Provide a path to a $1300 laptop that is POWER based (and not crippled "slow 1 core SMT1" stuff from IBM's dead-bin) and you might entice System76 and Purism.
Your products target "Freedom, no matter the costs" while their products aim for "better than what the market has right now, at consumer friendly price points".
Both are important: they demonstrate that there's mass market appeal, you demonstrate that there's an achievable ultimate goal.
If you want to join forces, there needs to be a common story that works for both. Right now, their story isn't sufficiently Free-with-capital-F for you and your story isn't sufficiently consumer-compatible for them.
> Provide a path to a $1300 laptop that is POWER based (and not crippled "slow 1 core SMT1" stuff from IBM's dead-bin) and you might entice System76 and Purism.
I just gave them a path to a desktop that is POWER based, with very low up front costs (basically take their existing Thelio chassis, swap mainboards from x86 to POWER, do some software builds of Pop!_OS, and do a trial launch). I think that's a far more reasonable initial trial than going for a full laptop. It's also relatively consumer friendly, especially in today's cloud era where the proprietary apps people are using might just well be behind a web browser in the first place.
If they were a laptop-only company I'd agree with your assessment (I'm not happy with the GPU situation at all, that's the primary blocker for a libre laptop), but they're a laptop and desktop company. That means there's more ways they can test market owner controlled systems than a full up laptop design with massive design + tooling costs for an uncertain return.
If the financials of that make sense, I think it's certainly something they should make part of their portfolio: make a point, gauge interest, increase volume.
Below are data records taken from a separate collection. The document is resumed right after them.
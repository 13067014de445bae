package main

import (
	"github.com/spf13/cobra"

	"stanchion/design/search"
)

func checkCommand(con *console) *cobra.Command {
	var f runFlags
	c := &cobra.Command{
		Use:   "check FILE",
		Short: "prove the sections that the schedule gives",
		Long: "Reads a column schedule whose columns have their sections, checks every one, and writes the\n" +
			"schedule annotated beside it: utilisation, what governs, pass or fail, and by how much the axial\n" +
			"force could still grow. Columns that fail are listed, with the lightest section that would pass.\n\n" +
			workingHelp + "\n\n" +
			settingsHelp() + "\n\n" + exitStatuses + "\n\n" + cautionHelp,
		Example: `  stanchion check examples/ottermere-depot-ordered.csv
  stanchion check loads.xlsx --sheet Columns --set growth=1.10
  stanchion check loads.csv -o - --quiet`,
		Args: oneFile,
		RunE: func(c *cobra.Command, args []string) error {
			return newRun(con, c, &f, args[0], search.Check).do(c.Context())
		},
	}
	f.bind(c, checkedSuffix)
	return c
}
I suspect that the laptops are their mass market driver though. Note how S76 has laptops + desktops, Purism has laptops + phone stuff, and Pine64 has laptops, phones and watches.
All of them do laptops plus some excentricity that may or may not translate in good future business: desktop systems are excentric these days and apparently they're not even the most popular pick when branching out, phones are.
Your products target "Freedom, no matter the costs" while their products aim for "better than what the market has right now, at consumer friendly price points".
Both are important: they demonstrate that there's mass market appeal, you demonstrate that there's an achievable ultimate goal.
If you want to join forces, there needs to be a common story that works for both. Right now, their story isn't sufficiently Free-with-capital-F for you and your story isn't sufficiently consumer-compatible for them.